● **About this task**
Answer with a number only: how many lines of the entries below contain the word "diskFullInWords"?

(Dataset entries)
____
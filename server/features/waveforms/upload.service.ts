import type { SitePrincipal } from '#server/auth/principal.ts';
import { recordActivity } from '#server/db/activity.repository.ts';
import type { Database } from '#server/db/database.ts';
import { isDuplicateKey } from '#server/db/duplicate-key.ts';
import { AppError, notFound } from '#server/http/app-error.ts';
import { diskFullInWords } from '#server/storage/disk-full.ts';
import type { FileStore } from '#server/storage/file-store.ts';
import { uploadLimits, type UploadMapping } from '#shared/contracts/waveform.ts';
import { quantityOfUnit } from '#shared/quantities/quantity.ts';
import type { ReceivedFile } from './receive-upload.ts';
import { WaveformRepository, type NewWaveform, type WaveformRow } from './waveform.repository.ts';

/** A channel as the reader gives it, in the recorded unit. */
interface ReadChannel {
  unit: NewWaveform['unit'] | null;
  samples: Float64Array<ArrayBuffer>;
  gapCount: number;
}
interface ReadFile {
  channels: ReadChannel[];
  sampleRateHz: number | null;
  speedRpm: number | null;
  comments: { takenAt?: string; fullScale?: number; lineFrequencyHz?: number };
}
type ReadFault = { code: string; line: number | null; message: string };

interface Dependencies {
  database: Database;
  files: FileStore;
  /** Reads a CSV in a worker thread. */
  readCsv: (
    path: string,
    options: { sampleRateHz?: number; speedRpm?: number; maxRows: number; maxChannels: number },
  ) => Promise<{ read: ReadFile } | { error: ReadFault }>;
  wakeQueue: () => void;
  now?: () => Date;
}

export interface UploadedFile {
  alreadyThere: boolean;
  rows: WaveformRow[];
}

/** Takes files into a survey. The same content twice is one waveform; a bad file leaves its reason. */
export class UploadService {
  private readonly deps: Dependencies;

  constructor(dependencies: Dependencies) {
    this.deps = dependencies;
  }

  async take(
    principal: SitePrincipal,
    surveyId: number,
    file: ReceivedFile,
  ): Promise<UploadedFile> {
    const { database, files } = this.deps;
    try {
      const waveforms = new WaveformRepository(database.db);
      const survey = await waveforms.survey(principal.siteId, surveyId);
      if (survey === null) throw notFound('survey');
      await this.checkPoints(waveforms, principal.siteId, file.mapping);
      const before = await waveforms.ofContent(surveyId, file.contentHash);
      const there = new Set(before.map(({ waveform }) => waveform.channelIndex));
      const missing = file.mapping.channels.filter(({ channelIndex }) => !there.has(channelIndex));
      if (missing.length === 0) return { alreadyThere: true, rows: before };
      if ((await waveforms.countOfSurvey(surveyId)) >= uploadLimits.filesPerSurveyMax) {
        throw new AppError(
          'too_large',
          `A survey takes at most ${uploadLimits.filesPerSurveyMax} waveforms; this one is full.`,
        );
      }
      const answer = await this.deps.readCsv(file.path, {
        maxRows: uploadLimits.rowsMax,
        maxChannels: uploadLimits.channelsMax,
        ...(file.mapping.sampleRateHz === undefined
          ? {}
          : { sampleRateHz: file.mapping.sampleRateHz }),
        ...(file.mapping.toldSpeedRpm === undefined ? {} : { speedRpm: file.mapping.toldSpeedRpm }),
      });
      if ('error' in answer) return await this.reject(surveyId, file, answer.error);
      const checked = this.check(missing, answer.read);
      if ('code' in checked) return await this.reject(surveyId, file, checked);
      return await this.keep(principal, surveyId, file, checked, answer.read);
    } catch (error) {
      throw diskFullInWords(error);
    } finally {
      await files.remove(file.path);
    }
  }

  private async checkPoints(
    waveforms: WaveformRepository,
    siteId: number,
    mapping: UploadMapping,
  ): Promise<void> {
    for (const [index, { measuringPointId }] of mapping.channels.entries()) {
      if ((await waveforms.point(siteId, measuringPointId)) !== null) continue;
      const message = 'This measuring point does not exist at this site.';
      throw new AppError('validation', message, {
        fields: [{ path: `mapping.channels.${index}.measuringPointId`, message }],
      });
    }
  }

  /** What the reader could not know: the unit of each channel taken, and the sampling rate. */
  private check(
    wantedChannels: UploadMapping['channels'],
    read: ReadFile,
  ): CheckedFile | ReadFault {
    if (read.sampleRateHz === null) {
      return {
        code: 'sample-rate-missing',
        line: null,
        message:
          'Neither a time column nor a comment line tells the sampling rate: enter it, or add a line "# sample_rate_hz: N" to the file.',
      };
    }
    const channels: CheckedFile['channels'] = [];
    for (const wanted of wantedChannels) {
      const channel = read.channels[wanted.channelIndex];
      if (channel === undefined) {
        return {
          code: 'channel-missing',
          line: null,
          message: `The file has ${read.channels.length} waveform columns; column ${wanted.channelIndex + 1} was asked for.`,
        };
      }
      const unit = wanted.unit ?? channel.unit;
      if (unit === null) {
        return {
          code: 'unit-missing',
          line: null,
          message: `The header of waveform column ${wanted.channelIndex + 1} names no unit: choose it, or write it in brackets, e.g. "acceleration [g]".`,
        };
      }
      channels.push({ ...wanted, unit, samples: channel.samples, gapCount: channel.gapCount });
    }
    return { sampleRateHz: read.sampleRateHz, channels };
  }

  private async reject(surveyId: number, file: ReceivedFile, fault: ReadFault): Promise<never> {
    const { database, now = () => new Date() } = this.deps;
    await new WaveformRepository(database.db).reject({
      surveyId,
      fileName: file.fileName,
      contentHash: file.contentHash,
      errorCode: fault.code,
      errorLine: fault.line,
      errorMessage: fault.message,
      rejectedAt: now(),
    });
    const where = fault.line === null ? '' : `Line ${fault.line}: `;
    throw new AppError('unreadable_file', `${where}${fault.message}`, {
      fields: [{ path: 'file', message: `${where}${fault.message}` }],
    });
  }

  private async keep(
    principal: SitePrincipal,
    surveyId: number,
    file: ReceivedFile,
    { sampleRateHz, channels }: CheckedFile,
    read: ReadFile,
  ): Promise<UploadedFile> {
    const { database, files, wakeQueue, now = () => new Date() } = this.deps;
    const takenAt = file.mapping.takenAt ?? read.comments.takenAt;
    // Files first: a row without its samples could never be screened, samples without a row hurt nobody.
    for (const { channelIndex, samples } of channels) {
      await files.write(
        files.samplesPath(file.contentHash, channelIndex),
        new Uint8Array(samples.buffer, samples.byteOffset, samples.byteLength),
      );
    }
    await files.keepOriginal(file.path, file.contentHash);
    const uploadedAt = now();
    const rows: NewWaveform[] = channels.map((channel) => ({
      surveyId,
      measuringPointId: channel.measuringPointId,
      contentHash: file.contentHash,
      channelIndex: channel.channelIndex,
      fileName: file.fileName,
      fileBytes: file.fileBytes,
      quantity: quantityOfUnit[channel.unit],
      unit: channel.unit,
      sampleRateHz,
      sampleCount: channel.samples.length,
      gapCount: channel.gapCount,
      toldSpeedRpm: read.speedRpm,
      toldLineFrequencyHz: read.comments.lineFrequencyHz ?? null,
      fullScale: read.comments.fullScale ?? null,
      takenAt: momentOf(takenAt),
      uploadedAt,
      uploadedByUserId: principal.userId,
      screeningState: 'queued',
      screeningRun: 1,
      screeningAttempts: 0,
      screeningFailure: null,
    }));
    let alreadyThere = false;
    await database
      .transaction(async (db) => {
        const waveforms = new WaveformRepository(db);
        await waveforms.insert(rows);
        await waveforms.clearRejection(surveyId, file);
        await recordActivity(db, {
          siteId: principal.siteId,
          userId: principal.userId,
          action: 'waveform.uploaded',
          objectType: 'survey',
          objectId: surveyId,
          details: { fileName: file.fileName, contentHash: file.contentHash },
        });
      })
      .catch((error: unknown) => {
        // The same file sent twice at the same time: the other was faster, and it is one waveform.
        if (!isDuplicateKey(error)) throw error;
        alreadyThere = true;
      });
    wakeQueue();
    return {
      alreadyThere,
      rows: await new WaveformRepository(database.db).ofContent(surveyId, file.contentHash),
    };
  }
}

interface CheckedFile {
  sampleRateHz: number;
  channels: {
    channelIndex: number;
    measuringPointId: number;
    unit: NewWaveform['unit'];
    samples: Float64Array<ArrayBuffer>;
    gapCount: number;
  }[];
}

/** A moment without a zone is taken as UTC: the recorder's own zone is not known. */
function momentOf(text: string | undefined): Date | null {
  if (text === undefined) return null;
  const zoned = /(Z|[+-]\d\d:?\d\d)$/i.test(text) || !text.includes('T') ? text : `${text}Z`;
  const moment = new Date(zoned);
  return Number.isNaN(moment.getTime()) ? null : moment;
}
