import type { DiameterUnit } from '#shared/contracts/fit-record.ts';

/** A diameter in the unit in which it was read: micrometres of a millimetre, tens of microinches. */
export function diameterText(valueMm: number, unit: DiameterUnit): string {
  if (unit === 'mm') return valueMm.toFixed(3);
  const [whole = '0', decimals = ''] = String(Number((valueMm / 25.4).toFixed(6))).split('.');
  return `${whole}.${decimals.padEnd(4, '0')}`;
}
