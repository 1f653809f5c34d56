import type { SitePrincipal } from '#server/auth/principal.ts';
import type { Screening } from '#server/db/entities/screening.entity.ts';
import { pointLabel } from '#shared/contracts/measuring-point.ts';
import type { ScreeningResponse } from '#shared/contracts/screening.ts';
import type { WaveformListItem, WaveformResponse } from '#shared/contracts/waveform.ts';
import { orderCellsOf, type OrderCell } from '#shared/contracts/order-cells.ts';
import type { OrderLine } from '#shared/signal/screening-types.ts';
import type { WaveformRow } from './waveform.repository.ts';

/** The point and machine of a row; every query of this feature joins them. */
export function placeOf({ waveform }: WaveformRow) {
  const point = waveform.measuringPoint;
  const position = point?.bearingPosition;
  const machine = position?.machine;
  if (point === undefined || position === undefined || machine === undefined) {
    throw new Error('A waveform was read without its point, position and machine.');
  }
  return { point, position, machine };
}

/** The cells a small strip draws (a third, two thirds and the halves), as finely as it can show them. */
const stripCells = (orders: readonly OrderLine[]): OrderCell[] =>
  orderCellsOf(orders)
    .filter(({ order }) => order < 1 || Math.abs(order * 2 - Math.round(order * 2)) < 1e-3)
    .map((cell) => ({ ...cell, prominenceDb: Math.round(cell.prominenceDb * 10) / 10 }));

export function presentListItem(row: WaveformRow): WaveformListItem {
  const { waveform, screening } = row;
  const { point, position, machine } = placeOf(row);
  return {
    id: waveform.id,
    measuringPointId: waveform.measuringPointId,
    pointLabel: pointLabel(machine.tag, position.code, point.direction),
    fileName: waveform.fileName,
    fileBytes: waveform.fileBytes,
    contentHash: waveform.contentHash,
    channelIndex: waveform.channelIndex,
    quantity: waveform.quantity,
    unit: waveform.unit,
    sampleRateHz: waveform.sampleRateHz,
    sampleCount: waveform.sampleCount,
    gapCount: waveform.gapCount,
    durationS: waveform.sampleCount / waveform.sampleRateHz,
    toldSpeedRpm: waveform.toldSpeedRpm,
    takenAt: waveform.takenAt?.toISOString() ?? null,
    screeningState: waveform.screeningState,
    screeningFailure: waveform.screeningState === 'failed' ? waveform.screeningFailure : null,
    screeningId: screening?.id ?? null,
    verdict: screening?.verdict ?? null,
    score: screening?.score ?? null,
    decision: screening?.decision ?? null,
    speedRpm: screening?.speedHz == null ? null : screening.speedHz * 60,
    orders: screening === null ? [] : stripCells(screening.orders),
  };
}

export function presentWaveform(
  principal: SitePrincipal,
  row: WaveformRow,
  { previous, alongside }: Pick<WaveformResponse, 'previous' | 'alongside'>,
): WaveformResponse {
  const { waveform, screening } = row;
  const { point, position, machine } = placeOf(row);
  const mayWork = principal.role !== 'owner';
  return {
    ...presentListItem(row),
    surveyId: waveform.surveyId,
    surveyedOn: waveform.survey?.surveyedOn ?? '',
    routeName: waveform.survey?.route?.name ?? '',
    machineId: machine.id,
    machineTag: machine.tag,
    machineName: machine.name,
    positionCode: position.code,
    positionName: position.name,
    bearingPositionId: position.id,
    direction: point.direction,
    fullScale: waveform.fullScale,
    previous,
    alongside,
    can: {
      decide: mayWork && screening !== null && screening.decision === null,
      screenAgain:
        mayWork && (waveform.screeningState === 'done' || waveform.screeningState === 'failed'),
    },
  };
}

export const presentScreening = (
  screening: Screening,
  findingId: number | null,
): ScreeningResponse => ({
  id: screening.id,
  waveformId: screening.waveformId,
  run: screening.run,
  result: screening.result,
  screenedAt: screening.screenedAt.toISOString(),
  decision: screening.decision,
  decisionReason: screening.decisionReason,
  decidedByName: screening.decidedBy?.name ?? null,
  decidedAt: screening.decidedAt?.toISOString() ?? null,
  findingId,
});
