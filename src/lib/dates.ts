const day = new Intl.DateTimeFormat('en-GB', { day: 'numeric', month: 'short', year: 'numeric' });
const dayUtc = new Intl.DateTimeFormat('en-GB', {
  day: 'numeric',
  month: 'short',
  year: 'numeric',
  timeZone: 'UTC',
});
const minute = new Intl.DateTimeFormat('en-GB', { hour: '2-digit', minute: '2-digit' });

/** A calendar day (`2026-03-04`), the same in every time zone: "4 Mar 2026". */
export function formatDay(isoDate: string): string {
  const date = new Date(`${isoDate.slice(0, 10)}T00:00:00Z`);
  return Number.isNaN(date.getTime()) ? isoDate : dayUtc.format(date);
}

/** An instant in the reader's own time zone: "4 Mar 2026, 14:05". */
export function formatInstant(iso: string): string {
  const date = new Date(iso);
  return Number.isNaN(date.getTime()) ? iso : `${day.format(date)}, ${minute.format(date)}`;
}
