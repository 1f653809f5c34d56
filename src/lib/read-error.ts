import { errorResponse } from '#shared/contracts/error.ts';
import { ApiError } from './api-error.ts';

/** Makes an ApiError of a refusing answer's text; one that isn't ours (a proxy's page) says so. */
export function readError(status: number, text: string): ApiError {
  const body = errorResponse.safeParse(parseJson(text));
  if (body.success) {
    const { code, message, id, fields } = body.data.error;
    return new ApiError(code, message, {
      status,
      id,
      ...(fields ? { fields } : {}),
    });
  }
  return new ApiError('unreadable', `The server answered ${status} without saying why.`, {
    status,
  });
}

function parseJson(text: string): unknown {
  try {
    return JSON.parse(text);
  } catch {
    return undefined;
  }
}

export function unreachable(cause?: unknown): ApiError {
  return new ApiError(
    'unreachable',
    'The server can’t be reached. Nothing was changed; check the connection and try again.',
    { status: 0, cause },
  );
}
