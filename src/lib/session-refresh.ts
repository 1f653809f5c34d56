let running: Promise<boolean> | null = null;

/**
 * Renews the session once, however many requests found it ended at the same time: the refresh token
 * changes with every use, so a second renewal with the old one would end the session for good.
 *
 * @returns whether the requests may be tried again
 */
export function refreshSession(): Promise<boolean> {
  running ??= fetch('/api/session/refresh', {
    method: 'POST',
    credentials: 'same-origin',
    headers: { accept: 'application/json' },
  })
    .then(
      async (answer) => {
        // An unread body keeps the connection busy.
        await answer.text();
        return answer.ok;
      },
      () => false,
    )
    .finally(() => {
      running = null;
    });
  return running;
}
____
● **Solved exercise**
2